▶ TASK OBJECTIVE
Run through the data and copy out every line that mentions the word "wanted".

▶ THE INPUT

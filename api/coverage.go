package api

import (
	"context"
	"net/http"

	"github.com/paulmach/orb"

	"ridgehop/internal/assess"
)

// GetRasterCoverage says where there is elevation data.
func (h *handlers) GetRasterCoverage(ctx context.Context, request GetRasterCoverageRequestObject) (GetRasterCoverageResponseObject, error) {
	coverage, err := h.Elevation.Coverage(ctx)
	if err != nil {
		return nil, err
	}
	body, err := encoded(coverageOf(coverage))
	return content{status: http.StatusOK, kind: "application/geo+json", body: body, known: request.Params.IfNoneMatch}, err
}

// coverageOf is the coverage as GeoJSON.
func coverageOf(coverage []assess.Coverage) CoverageCollection {
	out := CoverageCollection{Type: FeatureCollection, Features: make([]CoverageFeature, 0, len(coverage))}
	for _, c := range coverage {
		out.Features = append(out.Features, CoverageFeature{
			Type: Feature, Geometry: CoverageArea{Type: MultiPolygon, Coordinates: positions(c.Area)},
			Properties: CoverageProperties{
				Source: c.Name, Kind: RasterKind(c.Kind), Rasters: int32(c.Rasters), OnDemand: c.OnDemand,
				Attribution: c.Attribution, Licence: c.Licence,
			},
		})
	}
	return out
}

// degreeDecimals of a coordinate are about a centimetre.
const degreeDecimals = 7

func positions(area orb.MultiPolygon) [][][][]float64 {
	out := make([][][][]float64, len(area))
	for i, polygon := range area {
		out[i] = make([][][]float64, len(polygon))
		for k, ring := range polygon {
			out[i][k] = ringPositions(ring, k > 0)
		}
	}
	return out
}

// ringPositions turns an outer ring counter-clockwise and a hole clockwise, as
// RFC 7946 section 3.1.6 asks, whichever way they come.
func ringPositions(ring orb.Ring, hole bool) [][]float64 {
	wanted := orb.CCW
	if hole {
		wanted = orb.CW
	}
	if ring.Orientation() != wanted {
		ring = ring.Clone()
		ring.Reverse()
	}
	out := make([][]float64, len(ring))
	for i, p := range ring {
		out[i] = []float64{round(p[0], degreeDecimals), round(p[1], degreeDecimals)}
	}
	return out
}

// VisitGetRasterCoverageResponse implements GetRasterCoverageResponseObject.
func (c content) VisitGetRasterCoverageResponse(w http.ResponseWriter) error { return c.write(w) }
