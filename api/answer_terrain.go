package api

import "ridgehop/internal/assess"

// terrainOf says what the heights came from.
func terrainOf(a *assess.Assessment) Terrain {
	p := &a.Profile
	out := Terrain{
		Rasters: []TerrainSource{}, VerticalDatum: unlessZero(p.VerticalDatum), SpacingM: round(p.SpacingM, 4),
		Samples: int32(len(p.GroundM)), VoidShare: round(a.Judgement.VoidShare, 6),
		Voids: []Void{}, Unreachable: []UnreachableSource{},
	}
	for _, s := range p.Sources {
		out.Rasters = append(out.Rasters, terrainSource(s, len(p.GroundM)))
	}
	for _, v := range p.VoidSpans() {
		out.Voids = append(out.Voids, Void{FromM: round(v.FromM, 3), ToM: round(v.ToM, 3), LengthM: round(v.ToM-v.FromM, 3)})
	}
	for _, u := range p.Unreachable {
		out.Unreachable = append(out.Unreachable, UnreachableSource{Name: u.Source, Reason: u.Reason})
	}
	return out
}

func terrainSource(s assess.Source, samples int) TerrainSource {
	return TerrainSource{
		Name: s.Name, Version: s.Version, Kind: RasterKind(s.Kind), Share: round(float64(s.Samples)/float64(samples), 6),
		VerticalDatum: unlessZero(s.VerticalDatum), VerticalErrorM: round(s.ErrorM, 3), CorrelationLengthM: round(s.CorrelationM, 3),
		ErrorAssumed: s.ErrorAssumed, Attribution: s.Attribution, Licence: s.Licence,
	}
}

// unlessZero is a value, or nil where it is its type's zero, which says nothing.
func unlessZero[T comparable](v T) *T {
	var zero T
	if v == zero {
		return nil
	}
	return &v
}

func samplesOf(a *assess.Assessment) *Samples {
	s := a.Samples()
	return &Samples{
		K: s.K, DistanceM: rounded(s.DistanceM), GroundM: figures(s.GroundM), CoverM: rounded(s.CoverM),
		BulgeM: rounded(s.BulgeM), LineM: figures(s.LineM), F1M: rounded(s.F1M),
	}
}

▶ SOLUTION
	wanted := orb.CCW
		wanted = orb.CW
	if ring.Orientation() != wanted {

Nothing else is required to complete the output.